Okay. Today, I have the pleasure of speaking with Sarah Payne. She is a professor of strategy and policy at the Naval War College, and she has written some of the best military history I've ever read. And we're gonna get into history, strategy, all kinds of interesting topics today. My first question, does grand strategy as a concept make sense? So you have these countries, but the people making these decisions are individuals and they have so many individual ambitions and desires and constraints from internal politics to, you know, factions they have to appease. Does it make sense to talk about countries having strategies?

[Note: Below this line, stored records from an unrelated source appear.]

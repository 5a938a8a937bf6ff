package claim

import (
	"errors"
	"strings"
	"testing"

	"gapcert/interval"
)

// TestParseRelations: each relation, in its ASCII and Unicode spellings,
// is read as one of the four relations, and the sides are split around it.
func TestParseRelations(t *testing.T) {
	for _, tc := range []struct {
		text, rel, lhs, rhs string
	}{
		{"lambda2 >= 1", AtLeast, "lambda2", "1"},
		{"lambda2 ≥ 1", AtLeast, "lambda2", "1"},
		{"lambda2≥1", AtLeast, "lambda2", "1"},
		{"gap <= 2*pi", AtMost, "gap", "2*pi"},
		{"gap ≤ 2*pi", AtMost, "gap", "2*pi"},
		{"D^2*gap > 64*pi^2/9", Greater, "D^2*gap", "64*pi^2/9"},
		{"(lambda1) < (lambda2)", Less, "lambda1", "lambda2"},
	} {
		c, err := Parse(tc.text)
		if err != nil {
			t.Errorf("%q: %v", tc.text, err)
			continue
		}
		if c.Rel != tc.rel || c.LHS.String() != tc.lhs || c.RHS.String() != tc.rhs || c.Text != tc.text {
			t.Errorf("%q: %q %s %q (text %q), want %q %s %q", tc.text, c.LHS, c.Rel, c.RHS, c.Text, tc.lhs, tc.rel, tc.rhs)
		}
	}
}

func TestParseErrors(t *testing.T) {
	tests := []struct {
		text string
		col  int
		msg  string
	}{
		{"pi", 1, "no relation"},
		{"a > b > c", 7, "more than one relation"},
		{"a >= b <= c", 8, "more than one relation"},
		{"a ≥ b ≤ c", 9, "more than one relation"},
		{"(a > b)", 4, "inside parentheses"},
		{"a = b", 3, "not a relation"},
		{"a == b", 3, "not a relation"},
		{"a != b", 3, "not a relation"},
		{"a ≠ b", 3, "not a relation"},
		{"a => b", 3, "not a relation"},
		{"a =< b", 3, "not a relation"},
		{"a >== b", 5, "not a relation"},
		{" >= 1", 2, "missing expression"},
		{"a >= ", 5, "missing expression"},
		{"a ≥ ", 6, "missing expression"},
		{"a ⩾ b", 3, "not a relation"},
		{"a ⩽ b", 3, "not a relation"},
		{strings.Repeat("1+", MaxLen/2) + "1 > 0", 1, "too long"},
	}
	for _, tc := range tests {
		_, err := Parse(tc.text)
		var ce *Error
		if !errors.As(err, &ce) {
			t.Errorf("%q: err = %v, want *Error", tc.text, err)
			continue
		}
		if ce.Col != tc.col || !strings.Contains(ce.Msg, tc.msg) || ce.Hint == "" {
			t.Errorf("%q: col %d msg %q hint %q; want col %d msg containing %q and a hint", tc.text, ce.Col, ce.Msg, ce.Hint, tc.col, tc.msg)
		}
	}
}

// TestParseSideErrorColumns: a formula error in a side is reported at its
// column in the whole claim.
func TestParseSideErrorColumns(t *testing.T) {
	for _, tc := range []struct {
		text   string
		minCol int
	}{
		{"lambda1 >= 3*", 12},
		{"lambda1 >= (2", 12},
		{"lambda1 + * 2 > 0", 9},
	} {
		_, err := Parse(tc.text)
		var ce *Error
		if !errors.As(err, &ce) {
			t.Errorf("%q: err = %v, want *Error", tc.text, err)
			continue
		}
		if ce.Col < tc.minCol || ce.Col > len(tc.text)+1 {
			t.Errorf("%q: col %d, want in [%d, %d]", tc.text, ce.Col, tc.minCol, len(tc.text)+1)
		}
	}
}

// TestDecide: the four relations on enclosures that lie above, below and
// across 0 (and touch it).
func TestDecide(t *testing.T) {
	type verdict struct{ holds, fails bool }
	for _, tc := range []struct {
		rel  string
		d    interval.I
		want verdict
	}{
		{AtLeast, interval.New(0, 1), verdict{true, false}},
		{AtLeast, interval.New(-2, -1), verdict{false, true}},
		{AtLeast, interval.New(-1, 0), verdict{false, false}},
		{Greater, interval.New(0, 1), verdict{false, false}},
		{Greater, interval.New(-1, 0), verdict{false, true}},
		{Greater, interval.New(1, 2), verdict{true, false}},
		{AtMost, interval.New(-1, 0), verdict{true, false}},
		{AtMost, interval.New(0, 1), verdict{false, false}},
		{AtMost, interval.New(1, 2), verdict{false, true}},
		{Less, interval.New(-1, 0), verdict{false, false}},
		{Less, interval.New(0, 1), verdict{false, true}},
		{Less, interval.New(-2, -1), verdict{true, false}},
	} {
		c := &Claim{Rel: tc.rel}
		if h, f := c.Decide(tc.d); (verdict{h, f}) != tc.want {
			t.Errorf("%s on %v: holds %v fails %v, want %+v", tc.rel, tc.d, h, f, tc.want)
		}
	}
}

// TestCheckScope: each quantity is available exactly where it is defined;
// refusals name the quantity at its first column and carry a hint.
func TestCheckScope(t *testing.T) {
	square := Scope{Dim: 2, Vertices: 4, Eigenvalues: 2, NoAlpha: "no side has a Robin condition", Params: []string{"k"}}
	triangle := Scope{Dim: 2, Vertices: 3, Eigenvalues: 5}
	line := Scope{Dim: 1, Eigenvalues: 3, NoAlpha: "the Robin sides have different coefficients"}
	robinParam := Scope{Dim: 1, Eigenvalues: 2, NoAlpha: "no side has a Robin condition", Params: []string{"alpha"}}
	box := Scope{Dim: 3, Eigenvalues: 2, NoAlpha: "no side has a Robin condition"}
	for _, tc := range []struct {
		text  string
		scope Scope
		col   int    // 0: available
		msg   string // part of the message
	}{
		{"lambda2 - lambda1 >= k*pi^2/D^2 + gap*0", square, 0, ""},
		{"area + perimeter > pi + e", square, 0, ""},
		{"lambda3 > lambda2", square, 1, "lambda3 is not certified: the problem asks for 2 eigenvalues"},
		{"gap > lambda5 - lambda3", triangle, 0, ""},
		{"lambda6 > 0", triangle, 1, "asks for 5 eigenvalues"},
		{"12*inradius^2 <= 1", square, 4, "triangles only"},
		{"12*inradius^2 <= 1", triangle, 0, ""},
		{"inradius > 0", square, 1, "triangles only"},
		{"inradius > 0", box, 1, "tetrahedra only among domains of three coordinates"},
		{"inradius > 0", Scope{Dim: 3, Vertices: 4, Eigenvalues: 2}, 0, ""},
		{"inradius > 0", Scope{Dim: 3, Vertices: 8, Eigenvalues: 2}, 1, "tetrahedra only"},
		{"gap >= alpha", Scope{Dim: 3, Vertices: 8, Eigenvalues: 2, NoAlpha: "no face has a Robin condition"}, 8, "no face has a Robin condition"},
		{"alpha > 0", triangle, 0, ""},
		{"gap >= alpha", square, 8, "no side has a Robin condition"},
		{"gap >= alpha", line, 8, "different coefficients"},
		{"gap >= alpha", robinParam, 0, ""},
		{"area > 0", line, 1, "polygons only"},
		{"D >= perimeter", line, 6, "polygons only"},
		{"gap > k", line, 7, `unknown name "k"`},
		{"lambda0 > 0", square, 1, "unknown name"},
		{"lambda21 > 0", triangle, 1, "unknown name"},
		{"Lambda1 > 0", square, 1, "unknown name"},
		{"diameter > 0", square, 1, "unknown name"},
		{"robin_interval_gap > 0", square, 1, "unknown name"},
		{"robin_interval_gap > 0", Scope{Dim: 2, Vertices: 4, Eigenvalues: 2, Extra: []string{"robin_interval_gap"}}, 0, ""},
		{"shape_margin > 0", square, 0, ""},
		{"gap + shape_margin > 0", line, 7, "polygons only"},
		{"lambda4 + area > zeta", line, 1, "lambda4"}, // the first defect in the text
		{"volume*surface_area > D + gap", box, 0, ""},
		{"gap*D^2 > 0*area", box, 13, "polygons only"},
		{"volume > 0", square, 1, "three-dimensional domains only"},
		{"surface_area > 0", line, 1, "three-dimensional domains only"},
		{"shape_margin > 0", box, 1, "polygons only"},
	} {
		c, err := Parse(tc.text)
		if err != nil {
			t.Fatal(err)
		}
		err = c.CheckScope(tc.scope)
		if tc.col == 0 {
			if err != nil {
				t.Errorf("%q: %v", tc.text, err)
			}
			continue
		}
		var ce *Error
		if !errors.As(err, &ce) || ce.Col != tc.col || !strings.Contains(ce.Msg, tc.msg) || ce.Hint == "" {
			t.Errorf("%q: %v; want column %d, a message with %q and a hint", tc.text, err, tc.col, tc.msg)
		}
	}
}

func TestQuantities(t *testing.T) {
	q := Quantities()
	if len(q) != MaxEigenvalue+9 || q[0] != "lambda1" || q[MaxEigenvalue-1] != "lambda20" || !IsQuantity("inradius") || !IsQuantity("shape_margin") || !IsQuantity("volume") || !IsQuantity("surface_area") || IsQuantity("lambda21") || IsQuantity("pi") {
		t.Errorf("Quantities() = %v", q)
	}
}

// TestScopeThreeDimensions: volume and surface_area exist in three
// dimensions only, area and perimeter on polygons only.
func TestScopeThreeDimensions(t *testing.T) {
	solid := Scope{Dim: 3, Eigenvalues: 2, NoAlpha: "no side has a Robin condition"}
	plane := Scope{Dim: 2, Vertices: 4, Eigenvalues: 2, NoAlpha: "no side has a Robin condition"}
	for _, c := range []struct {
		scope Scope
		text  string
		want  string // "" when the claim is in scope
	}{
		{solid, "gap*D^2 >= 3*pi^2", ""},
		{solid, "lambda1*volume^(2/3) > surface_area/10", ""},
		{solid, "lambda1*area > 1", "area is defined for polygons only"},
		{plane, "lambda1*volume > 1", "volume is defined for three-dimensional domains only"},
		{plane, "surface_area > 1", "surface_area is defined for three-dimensional domains only"},
	} {
		cl, err := Parse(c.text)
		if err != nil {
			t.Fatal(err)
		}
		err = cl.CheckScope(c.scope)
		switch {
		case c.want == "" && err != nil:
			t.Errorf("%q: %v", c.text, err)
		case c.want != "" && (err == nil || !strings.Contains(err.Error(), c.want)):
			t.Errorf("%q: %v, want %q", c.text, err, c.want)
		}
	}
}

// TestScopeMessagesThreeDimensions: on a domain of three coordinates the
// refusals name its own quantities and pieces (volume, surface_area,
// faces), never the polygon's.
func TestScopeMessagesThreeDimensions(t *testing.T) {
	solid := Scope{Dim: 3, Vertices: 8, Eigenvalues: 2, NoAlpha: "no face has a Robin condition"}
	why, hint := solid.Unavailable(Inradius)
	if !strings.Contains(hint, "volume, surface_area") || strings.Contains(why+hint, "perimeter") {
		t.Errorf("inradius on a polyhedron: %q, hint %q", why, hint)
	}
	why, hint = solid.Unavailable(Alpha)
	if !strings.Contains(hint, "every Robin face") || strings.Contains(why+hint, "side") {
		t.Errorf("alpha on a polyhedron: %q, hint %q", why, hint)
	}
}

Before I get going, I have to make an obligatory disclaimer, which is, what I'm about to say are my views. They do not necessarily represent those of the US government-
(laughs)
... let alone the US Navy Department, and much less the place where I work, which is the US Naval War College. Okay, so now that that's over, on to grand strategy. Yeah, it is useful. I'm gonna define grand strategy as the integration of all relevant instruments of national power in the pursuit of national objectives. If you think about modern governments in the West, they have cabinets, right? And they sit before the president. Those cabinet portfolios represent the different, uh, instruments of national power. And can you imagine trying to run foreign policy without having those people at your table and coordinating? And if you look at countries that have not coordinated all instruments, for instance, Japan in World War II versus Japan during the prior period of the Meiji Restoration, by the time the Japanese got into World War II, they're really prioritizing the army and the navy too, but the, the military as their main instrument of national power. They are not coordinating with civilians, right? They assassinate those people. And they got into deep, dark trouble. They didn't listen to their finance minister who told them it was unaffordable. So yes, grand strategy is absolutely necessary. And eh, the idea is you have national objectives. You wanna increase security somewhere, you wanna improve your own security, that would be your big objective. You wanna improve trade, whatever. And then you need to think about all of these different instruments of national power and how you're gonna coordinate. Those who don't coordinate get into deep, dark trouble.